EXERCISE DETAILS -> The full set of entries has to be output exactly.

EXTRACTED DATA ->
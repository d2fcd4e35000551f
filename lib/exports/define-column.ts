import type { Column, ColumnStore } from './column';

/** A column of a table, as the data dictionary tells it. */
export const column = (
  name: string,
  store: ColumnStore,
  unit: string,
  description: string,
  categories?: readonly string[],
): Column => ({ name, store, unit, description, ...(categories ? { categories } : {}) });
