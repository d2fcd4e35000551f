import { mkdtempSync, rmSync } from 'node:fs';
import { tmpdir } from 'node:os';
import { join } from 'node:path';
import { expect, it } from 'vitest';
import { cloneTemplate, dropDatabase } from '../helpers/fresh-database';
import { startProduct } from '../helpers/start-product';

it('a start with no workers of its own becomes ready, says so, and its health tells that none is there', async () => {
  const data = mkdtempSync(join(process.env.TEST_FOLDER ?? tmpdir(), 'no-workers-'));
  const url = await cloneTemplate();
  const product = await startProduct({ BEADLINE_DATA: data, DATABASE_URL: url, workers: 0 });
  try {
    expect(product.printed()).toContain('No workers here');
    const health = await fetch(`${product.baseUrl}/api/health`);
    expect([health.status, await health.json()]).toEqual([
      503,
      expect.objectContaining({ status: 'down', database: 'up', workers: 0 }),
    ]);
    expect((await fetch(`${product.baseUrl}/sign-in`)).status).toBe(200);
  } finally {
    expect(await product.stop()).toBe(0);
    await dropDatabase(url);
    rmSync(data, { recursive: true, force: true });
  }
});
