import { readFileSync } from 'node:fs';
import { join } from 'node:path';
import { afterAll, beforeAll, expect, it } from 'vitest';
import sharp from 'sharp';
import { uploadStack } from '../helpers/analysed-recording';
import { sharedServer } from '../helpers/server';
import { closeTusClient, TusClient } from '../helpers/tus-client';

const { baseUrl, databaseUrl, dataDir } = sharedServer();
const FILE = join(process.cwd(), 'tests', 'fixtures', 'hdf5', 'nexus.nxs');
let client: TusClient;
beforeAll(async () => {
  client = await TusClient.inNewLab(baseUrl, databaseUrl);
});
afterAll(closeTusClient);

it('a NeXus file becomes a recording whose frames the server shows', async () => {
  const recording = await uploadStack(client.script, client.runId, FILE);
  expect(recording).toMatchObject({ state: 'ready', frames: 4, width: 7, height: 6, refusal: null });
  const answer = await client.script.request(`/api/v1/recordings/${recording.id}/frames/1?low=0&high=255`, {
    headers: { Accept: 'image/png' },
  });
  expect(answer.status).toBe(200);
  const { data, info } = await sharp(await answer.arrayBuffer())
    .greyscale()
    .raw()
    .toBuffer({ resolveWithObject: true });
  expect([info.width, info.height]).toEqual([7, 6]);
  // Frame 1 as tests/fixtures/hdf5/make.py writes it: 17 + 5 x + 11 y + x y, all below 255.
  const wanted = Array.from(
    { length: 42 },
    (_, i) => 17 + 5 * (i % 7) + 11 * Math.floor(i / 7) + (i % 7) * Math.floor(i / 7),
  );
  expect(Array.from(data)).toEqual(wanted);
  expect(readFileSync(join(dataDir, 'stacks', recording.id, 'stack.bin')).equals(readFileSync(FILE))).toBe(
    true,
  );
});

RESULT ->
repository d2fcd4e35000551f
filename lib/exports/define-column.ts
import type { Column, ColumnStore } from './column';

/** A column of a table, as the data dictionary tells it. */
export const column = (
  name: string,
  store: ColumnStore,
  unit: string,
  description: string,
  categories?: readonly string[],
): Column => ({ name, store, unit, description, ...(categories ? { categories } : {}) });
repository d2fcd4e35000551f
import { mkdtempSync, rmSync } from 'node:fs';
import { tmpdir } from 'node:os';
import { join } from 'node:path';
import { expect, it } from 'vitest';
import { cloneTemplate, dropDatabase } from '../helpers/fresh-database';
import { startProduct } from '../helpers/start-product';

it('a start with no workers of its own becomes ready, says so, and its health tells that none is there', async () => {
  const data = mkdtempSync(join(process.env.TEST_FOLDER ?? tmpdir(), 'no-workers-'));
  const url = await cloneTemplate();
  const product = await startProduct({ BEADLINE_DATA: data, DATABASE_URL: url, workers: 0 });
  try {
    expect(product.printed()).toContain('No workers here');
    const health = await fetch(`${product.baseUrl}/api/health`);
    expect([health.status, await health.json()]).toEqual([
      503,
      expect.objectContaining({ status: 'down', database: 'up', workers: 0 }),
    ]);
    expect((await fetch(`${product.baseUrl}/sign-in`)).status).toBe(200);
  } finally {
    expect(await product.stop()).toBe(0);
    await dropDatabase(url);
    rmSync(data, { recursive: true, force: true });
  }
});
import { readFileSync } from 'node:fs';
import { join } from 'node:path';
import { afterAll, beforeAll, expect, it } from 'vitest';
import sharp from 'sharp';
import { uploadStack } from '../helpers/analysed-recording';
import { sharedServer } from '../helpers/server';
import { closeTusClient, TusClient } from '../helpers/tus-client';

const { baseUrl, databaseUrl, dataDir } = sharedServer();
const FILE = join(process.cwd(), 'tests', 'fixtures', 'hdf5', 'nexus.nxs');
let client: TusClient;
beforeAll(async () => {
  client = await TusClient.inNewLab(baseUrl, databaseUrl);
});
afterAll(closeTusClient);

it('a NeXus file becomes a recording whose frames the server shows', async () => {
  const recording = await uploadStack(client.script, client.runId, FILE);
  expect(recording).toMatchObject({ state: 'ready', frames: 4, width: 7, height: 6, refusal: null });
  const answer = await client.script.request(`/api/v1/recordings/${recording.id}/frames/1?low=0&high=255`, {
    headers: { Accept: 'image/png' },
  });
  expect(answer.status).toBe(200);
  const { data, info } = await sharp(await answer.arrayBuffer())
    .greyscale()
    .raw()
    .toBuffer({ resolveWithObject: true });
  expect([info.width, info.height]).toEqual([7, 6]);
  // Frame 1 as tests/fixtures/hdf5/make.py writes it: 17 + 5 x + 11 y + x y, all below 255.
  const wanted = Array.from(
    { length: 42 },
    (_, i) => 17 + 5 * (i % 7) + 11 * Math.floor(i / 7) + (i % 7) * Math.floor(i / 7),
  );
  expect(Array.from(data)).toEqual(wanted);
  expect(readFileSync(join(dataDir, 'stacks', recording.id, 'stack.bin')).equals(readFileSync(FILE))).toBe(
    true,
  );
});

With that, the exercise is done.